Friday, October 30, 2015 — A hierarchy of survivorship is developing within the online breast cancer community, according to a data analysis released today by leading healthcare insights company Treato. Timed to Breast Cancer Awareness Month, the company collected and analyzed online conversations happening about BRCA testing, a gene test that determines if a woman has a mutation that drastically increases her chances of developing breast cancer. Online conversations discussing BRCA were collected two years before (2011), around (2013) and two years after (2015) Angelina Jolie’s public announcement about her double mastectomy due to a positive BRCA diagnosis. An in-depth analysis revealed that how women are discussing the choice to have a preventative double mastectomy after a BRCA-positive test has shifted significantly since Angelina Jolie made her public announcement. Over the past year a hierarchy of survivorship has developed within online communities between women who received a breast cancer diagnosis and had a double mastectomy and those who tested positive for the BRCA gene and had a preventative double mastectomy. In online conversations analyzed from popular breast cancer forums from women who have received a breast cancer diagnosis, Treato found they have created a survivorship ranking that works towards excluding those who chose a preventative double mastectomy because they have a BRCA-positive gene (a gene that puts their chance of developing breast cancer up to 70 percent by the age of 70) because they have never had a “true” cancer diagnosis. In response, BRCA-positive women who are increasingly referring to themselves as “previvors” are talking about feeling alienated from the larger breast cancer community.

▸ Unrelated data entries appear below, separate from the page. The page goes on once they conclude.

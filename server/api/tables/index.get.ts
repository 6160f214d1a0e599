import { listTables } from '~~/server/domain/tables/list-tables'
import { defineRoute } from '~~/server/http/define-route'

export default defineRoute('GET /api/tables', async ({ db, now, query }) => listTables({ db, now }, query))
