import { eq } from 'drizzle-orm'
import type { ElementSetOut } from '#shared/schemas/elements'
import { elementSets } from '~~/server/database/schema'
import { recordAudit } from '../audit'
import type { Deps } from '../context'
import { DomainError } from '../errors'
import { getElementSet } from './read-element-sets'
import { unscheduled } from './use-element-set'

const told = {
  'in-use': 'This set is in use: put another into use instead.',
  'past': 'This set was in use once and stays on record as past.',
  'refused': 'This set has been refused already.',
}

/** Refuses a waiting set, with a reason if there is one to give; it stays on record. What was scheduled with it ends. */
export async function refuseElementSet(deps: Deps, { id, reason = null }: { id: string, reason?: string | null }): Promise<ElementSetOut> {
  await deps.db.transaction(async (tx) => {
    const [set] = await tx.select({ state: elementSets.state, spacecraftId: elementSets.spacecraftId, useAt: elementSets.useAt }).from(elementSets).where(eq(elementSets.id, id)).for('update')
    if (!set) throw new DomainError('not-found', 'There is no element set under this address.')
    if (set.state !== 'waiting') throw new DomainError('conflict', told[set.state])
    await tx.update(elementSets).set({ state: 'refused', decidedAt: deps.now, decidedBy: deps.actor.name, reason, ...unscheduled }).where(eq(elementSets.id, id))
    await recordAudit({ ...deps, db: tx }, { action: 'element-set.refuse', entityKind: 'element-set', entityId: id, reason, before: { state: 'waiting', useAt: set.useAt?.toISOString() ?? null }, after: { state: 'refused', spacecraftId: set.spacecraftId } })
  })
  return getElementSet(deps, id)
}
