import type { SQL } from 'drizzle-orm'
import { sql } from 'drizzle-orm'
import type { CsvValue } from '#shared/formats/csv-field'
import { csvRow } from '#shared/formats/csv-field'
import type { Deps } from '../context'
import { findUpload } from './show-uploads'

const rowsAtOnce = 5000

interface ReportLine extends Record<string, unknown> { line: number, source: number, id: string, outcome: string, name: string | null, number: string | null, epoch: Date | null, spacecraft: string | null, code: string | null, message: string | null }
type Place = Pick<ReportLine, 'line' | 'source' | 'id'>

/**
 * The whole report of an upload as CSV, by line: what became of each set, and every remark. Handed out piece by piece, so
 * that a report of 200,000 lines is never held whole.
 * @throws not-found before the first piece
 */
export async function uploadReportCsv({ db }: Pick<Deps, 'db'>, uploadId: string): Promise<AsyncGenerator<string>> {
  await findUpload(db, uploadId)
  return pieces({ db }, uploadId)
}

async function* pieces({ db }: Pick<Deps, 'db'>, uploadId: string): AsyncGenerator<string> {
  yield csvRow(['line', 'outcome', 'name', 'catalogueNumber', 'epoch', 'spacecraft', 'code', 'message'])
  for (let after: Place | null = null; ;) {
    const rows: ReportLine[] = (await db.execute<ReportLine>(pageAfter(uploadId, after))).rows
    if (rows.length === 0) return
    yield rows.map(row => csvRow(fieldsOf(row))).join('')
    after = rows.at(-1)!
  }
}

/** Each source by its own index and cut before they are put together, or every page would sort the whole report. */
function pageAfter(uploadId: string, after: Place | null): SQL {
  const beyond = (source: number, line: SQL, id: SQL, type: SQL) => {
    if (!after || source > after.source) return sql`${line} >= ${after?.line ?? 0}`
    return source < after.source ? sql`${line} > ${after.line}` : sql`(${line}, ${id}) > (${after.line}, ${after.id}::${type})`
  }
  const [uuid, bigint] = [sql`uuid`, sql`bigint`]
  return sql`
    SELECT * FROM (
      (SELECT brought.line_number AS line, 0 AS source, brought.id::text, 'accepted' AS outcome, brought.name, brought.catalogue_number AS number, brought.epoch, craft.name AS spacecraft, NULL AS code, NULL AS message
       FROM element_sets AS brought LEFT JOIN spacecraft AS craft ON craft.id = brought.spacecraft_id
       WHERE brought.upload_id = ${uploadId}::uuid AND ${beyond(0, sql`brought.line_number`, sql`brought.id`, uuid)} ORDER BY brought.line_number, brought.id LIMIT ${rowsAtOnce})
      UNION ALL
      (SELECT again.line, 1, held.id::text, 'already held', held.name, held.catalogue_number, held.epoch, craft.name, NULL, NULL
       FROM element_upload_held AS again JOIN element_sets AS held ON held.id = again.element_set_id LEFT JOIN spacecraft AS craft ON craft.id = held.spacecraft_id
       WHERE again.upload_id = ${uploadId}::uuid AND ${beyond(1, sql`again.line`, sql`again.element_set_id`, uuid)} ORDER BY again.line, again.element_set_id LIMIT ${rowsAtOnce})
      UNION ALL
      (SELECT note.line, 2, note.id::text, 'refused', note.name, NULL, NULL, NULL, note.code, note.message
       FROM element_upload_notes AS note WHERE note.upload_id = ${uploadId}::uuid AND note.kind = 'refusal' AND ${beyond(2, sql`note.line`, sql`note.id`, bigint)} ORDER BY note.line, note.id LIMIT ${rowsAtOnce})
      UNION ALL
      (SELECT note.line, 3, note.id::text, 'warning', note.name, NULL, NULL, NULL, note.code, note.message
       FROM element_upload_notes AS note WHERE note.upload_id = ${uploadId}::uuid AND note.kind = 'warning' AND ${beyond(3, sql`note.line`, sql`note.id`, bigint)} ORDER BY note.line, note.id LIMIT ${rowsAtOnce})
    ) AS report
    ORDER BY line, source, CASE WHEN source > 1 THEN id::bigint END, CASE WHEN source < 2 THEN id::uuid END LIMIT ${rowsAtOnce}`
}

const fieldsOf = ({ line, outcome, name, number, epoch, spacecraft, code, message }: ReportLine): CsvValue[] =>
  [line, outcome, name, number, epoch === null ? null : new Date(epoch).toISOString(), spacecraft, code, message]
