import type { PropagationError } from '#shared/physics/types'

/** The outcomes of SGP4 that end a set's validity, in words. */
export const propagationErrorText: Record<PropagationError, string> = {
  'eccentricity-out-of-range': 'the mean eccentricity leaves [0, 1)',
  'mean-motion-not-positive': 'the mean motion is not positive',
  'perturbed-eccentricity-out-of-range': 'the perturbed eccentricity leaves [0, 1]',
  'semi-latus-rectum-negative': 'the orbit’s semi-latus rectum turns negative',
  'sub-orbital-epoch': 'the orbit meets the Earth',
  'decayed': 'the orbit has decayed',
}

In addition, Treato discovered that the online decision-making process and stated rationale for having a preventative double mastectomy in response to a positive BRCA test has shifted since Angelina Jolie’s public double mastectomy announcement. Previously women discussed having the procedure done to avoid getting breast cancer, but this past year women have shifted the decision framework, providing the rationale that they have chosen a preventative mastectomy in order to avoid a lifetime of fear and anxiety and constant worry about eventually getting breast cancer.
Language surrounding the question about whether to get tested for BRCA or not has also shifted. Previously, discussions regarding BRCA testing revealed a community supportive of testing for the sake of the individual’s knowledge but only if the individual was willing and ready to undergo preventative measures such as a double mastectomy if the result was positive. Today, however, women are discussing the necessity to pursue testing out of familial obligation for their loved ones and children to know whether they also have the gene mutation and are also at risk.

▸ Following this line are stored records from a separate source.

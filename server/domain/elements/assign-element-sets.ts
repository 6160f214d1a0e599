import { eq, inArray } from 'drizzle-orm'
import type { ElementSetOut } from '#shared/schemas/elements'
import { elementSets, spacecraft } from '~~/server/database/schema'
import { recordAudits } from '../audit'
import type { Deps } from '../context'
import { DomainError } from '../errors'
import { getElementSet } from './read-element-sets'
import { droppedReason } from './store-batch'

type Row = Pick<typeof elementSets.$inferSelect, 'id' | 'spacecraftId' | 'state' | 'reason' | 'useAt'>

/** Why a set cannot be given to a spacecraft; null where it can. */
function obstacle({ spacecraftId, state, reason, useAt }: Row, to: string): string | null {
  if (spacecraftId === to) return 'This set belongs to this spacecraft already.'
  if (state === 'in-use' || state === 'past') return 'This set is or was in use and stays with its spacecraft: put another into use there instead.'
  if (state === 'refused' && !(spacecraftId === null && reason === droppedReason)) return 'This set was refused; upload it anew or choose another.'
  return useAt === null ? null : 'This set is to be put into use at an instant: take that back first.'
}

/**
 * Gives sets to a spacecraft, for which they wait from then on: what matched none, dropped ones among them, or a waiting
 * set that was taken for another's. All or none.
 */
export async function assignElementSets(deps: Deps, { ids, spacecraftId }: { ids: readonly string[], spacecraftId: string }): Promise<{ changed: number }> {
  await deps.db.transaction(async (tx) => {
    const [craft] = await tx.select({ name: spacecraft.name, retiredAt: spacecraft.retiredAt }).from(spacecraft).where(eq(spacecraft.id, spacecraftId)).for('share')
    const noSuch = 'There is no such spacecraft, or it has been retired: choose one that flies.'
    if (!craft || craft.retiredAt) throw new DomainError('not-valid', `spacecraftId: ${noSuch}`, [{ path: 'spacecraftId', message: noSuch }])
    const { id, state, reason, useAt } = elementSets
    const rows: Row[] = await tx.select({ id, spacecraftId: elementSets.spacecraftId, state, reason, useAt }).from(elementSets).where(inArray(id, [...ids])).orderBy(id).for('update')
    if (rows.length < new Set(ids).size) throw new DomainError('not-found', ids.length === 1 ? 'There is no element set under this address.' : 'One of these element sets is not there: reload and choose again.')
    for (const row of rows) {
      const why = obstacle(row, spacecraftId)
      if (why) throw new DomainError('conflict', why)
    }
    await tx.update(elementSets).set({ spacecraftId, state: 'waiting', keptAt: null, decidedAt: null, decidedBy: null, reason: null }).where(inArray(id, rows.map(row => row.id)))
    await recordAudits({ ...deps, db: tx }, rows.map(row => ({ action: 'element-set.assign', entityKind: 'element-set', entityId: row.id, before: { spacecraftId: row.spacecraftId, state: row.state }, after: { spacecraftId, state: 'waiting' } })))
  })
  return { changed: new Set(ids).size }
}

export async function assignElementSet(deps: Deps, { id, spacecraftId }: { id: string, spacecraftId: string }): Promise<ElementSetOut> {
  await assignElementSets(deps, { ids: [id], spacecraftId })
  return getElementSet(deps, id)
}
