import { and, eq } from 'drizzle-orm'
import type { Db } from '~~/server/database/client'
import { elementUploadParts } from '~~/server/database/schema'

/** What was sent is kept in parts of this size: one is held at a time, however large the whole. */
export const partBytes = 1024 * 1024

/** The original of an upload, part by part. */
export async function* originalOf(db: Pick<Db, 'select'>, uploadId: string): AsyncGenerator<Buffer> {
  for (let number = 0; ; number++) {
    const [part] = await db.select({ bytes: elementUploadParts.bytes }).from(elementUploadParts).where(and(eq(elementUploadParts.uploadId, uploadId), eq(elementUploadParts.number, number)))
    if (!part) return
    yield part.bytes
  }
}

/** Puts pieces of any size together into parts of one size; the last is what is left. */
export async function* inParts(pieces: AsyncIterable<Uint8Array> | Iterable<Uint8Array>): AsyncGenerator<Buffer> {
  let held: Uint8Array[] = []
  let size = 0
  for await (const piece of pieces) {
    let rest = piece
    while (size + rest.length >= partBytes) {
      const taken = partBytes - size
      held.push(rest.subarray(0, taken))
      yield Buffer.concat(held)
      rest = rest.subarray(taken)
      ;[held, size] = [[], 0]
    }
    // An empty piece, or one cut on a part's edge, adds nothing.
    if (rest.length > 0) held.push(rest)
    size += rest.length
  }
  if (size > 0) yield Buffer.concat(held)
}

"It's clear that women on either side of the survivor-previvor divide want their voices to be heard and their unique experiences to be valued," says Ido Hadari, CEO of Treato. "Whether you're a physician or newly diagnosed BRCA-positive patient, it's important to understand the dynamics across these two groups and how they can affect a woman's treatment decision-making process."
Find out more information here on Treato’s BRCA data analysis
Treato Voice is a unique data asset that continuously collects, indexes and analyzes more than two billion patient and caregiver conversations happening across the Internet to understand what patients are saying about their experiences with their conditions and treatments.

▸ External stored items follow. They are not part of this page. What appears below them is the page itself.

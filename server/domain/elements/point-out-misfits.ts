import { and, desc, eq, isNotNull, isNull, sql } from 'drizzle-orm'
import { priorFor } from '#shared/physics/accuracy/prior'
import { elementSets, manoeuvres, spacecraft } from '~~/server/database/schema'
import { runTask } from '~~/server/workers/pool'
import type { Misfit } from '~~/server/workers/tasks/fit-sets'
import { spreadM } from '~~/server/workers/tasks/fit-sets'
import { jsonBytes } from '~~/server/workers/tasks/batch'
import type { Deps } from '../context'
import { learnedAccuracy } from '../prediction/learned-accuracy'
import { alongTrackOf } from '../prediction/models'
import { readSettings } from '../settings/read-settings'
import { storableText } from './storable-text'

/** A whole catalogue is not looked through for what may be ours. */
const foreignAtMost = 2000
const ownAtMost = 10_000

/**
 * Warns of each set that an upload has brought and that fits another spacecraft far better than the one it was taken for,
 * or fits one although it was taken for none. Called inside the transaction that stores the upload.
 */
export async function pointOutMisfits(deps: Pick<Deps, 'db'>, uploadId: string): Promise<void> {
  const { db } = deps
  const rows = await db.select({ craft: spacecraft, elements: elementSets.elements }).from(spacecraft).innerJoin(elementSets, eq(elementSets.id, spacecraft.inUseSetId)).where(isNull(spacecraft.retiredAt))
  if (rows.length === 0) return
  const settings = await readSettings(db)
  const burns = await db.select().from(manoeuvres).where(isNull(manoeuvres.cancelledAt))
  const burnsOf = (craftId: string) => burns.filter(burn => burn.spacecraftId === craftId)
  const brought = eq(elementSets.uploadId, uploadId)
  const columns = { id: elementSets.id, name: elementSets.name, line: elementSets.lineNumber, spacecraftId: elementSets.spacecraftId, elements: elementSets.elements }
  const sets = await db.select(columns).from(elementSets).where(and(brought, isNotNull(elementSets.spacecraftId))).orderBy(desc(elementSets.epoch)).limit(ownAtMost)
  const foreign = await db.select(columns).from(elementSets).where(and(brought, isNull(elementSets.spacecraftId))).limit(foreignAtMost + 1)
  if (foreign.length <= foreignAtMost) sets.push(...foreign)
  if (sets.length === 0) return
  // By the prior first: what a spacecraft's own sets have taught is asked only where it decides.
  const fleet = rows.map(({ craft, elements }) => ({ id: craft.id, elements, accuracy: alongTrackOf(craft, elements, priorFor(elements, settings.prior), burnsOf(craft.id)) }))
  const found = await runTask('fit-sets', { fleet, sets: sets.map(({ id, spacecraftId, elements }) => ({ id, spacecraftId, elements })) })
  const notes: { id: string, note: { line: number, name?: string, code: string, message: string } }[] = []
  for (const misfit of found) {
    const set = sets.find(set => set.id === misfit.setId)!
    const [own, better] = [rows.find(({ craft }) => craft.id === set.spacecraftId), rows.find(({ craft }) => craft.id === misfit.betterId)!]
    if (own && misfit.ownM !== null) {
      const learned = await learnedAccuracy({ db }, { spacecraftId: own.craft.id, elements: own.elements, settings })
      if (misfit.ownM <= spreadM(alongTrackOf(own.craft, own.elements, learned, burnsOf(own.craft.id)), set.elements.epochUtcUs / 1000)) continue
    }
    notes.push({ id: set.id, note: { line: set.line, ...(set.name === null ? {} : { name: set.name }), code: 'fits-another', message: storableText(messageOf(misfit, own?.craft.name ?? null, better.craft.name)) } })
  }
  if (notes.length > 0) await tell(deps, uploadId, notes)
}

const km = (m: number) => (m / 1000).toFixed(m < 100_000 ? 1 : 0)

function messageOf({ ownM, betterM }: Misfit, own: string | null, better: string): string {
  const near = `${km(betterM)} km from where ${better} is predicted`
  return own === null || ownM === null
    ? `It was taken for no spacecraft, but over one revolution it lies ${near}. If it is that one, give it to ${better}.`
    : `Over one revolution it lies ${km(ownM)} km from where ${own} is predicted, but ${near}. Check whose it is, and give it to ${better} if it is that one.`
}

async function tell({ db }: Pick<Deps, 'db'>, uploadId: string, notes: readonly { id: string, note: object }[]): Promise<void> {
  await db.execute(sql`
    WITH found AS MATERIALIZED (SELECT * FROM json_to_recordset(${Buffer.from(jsonBytes(notes))}::json) AS r(id uuid, note jsonb)), told AS (
      INSERT INTO element_upload_notes (upload_id, kind, line, name, code, message)
      SELECT ${uploadId}::uuid, 'warning', w.line, w.name, w.code, w.message FROM found, jsonb_to_record(found.note) AS w(line integer, name text, code text, message text)
    )
    UPDATE element_sets AS held SET warnings = held.warnings || jsonb_build_array(found.note) FROM found WHERE held.id = found.id`)
}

For this BRCA data analysis Treato identified more than 9,500 online conversations discussing BRCA testing. Of these, 675 posts were chosen for deeper analysis across the healthcare forums of breastcancer.org, cancer.org and reddit.com. From each healthcare forum 75 posts were selected from each time period before (2011), around (2013) and two years after (2015) Angelina Jolie’s public announcement about her double mastectomy for further analysis. Posts analyzed included women with positive BRCA tests, women with negative BRCA tests, women with breast cancer a diagnosis and women with an unspecified status discussing BRCA.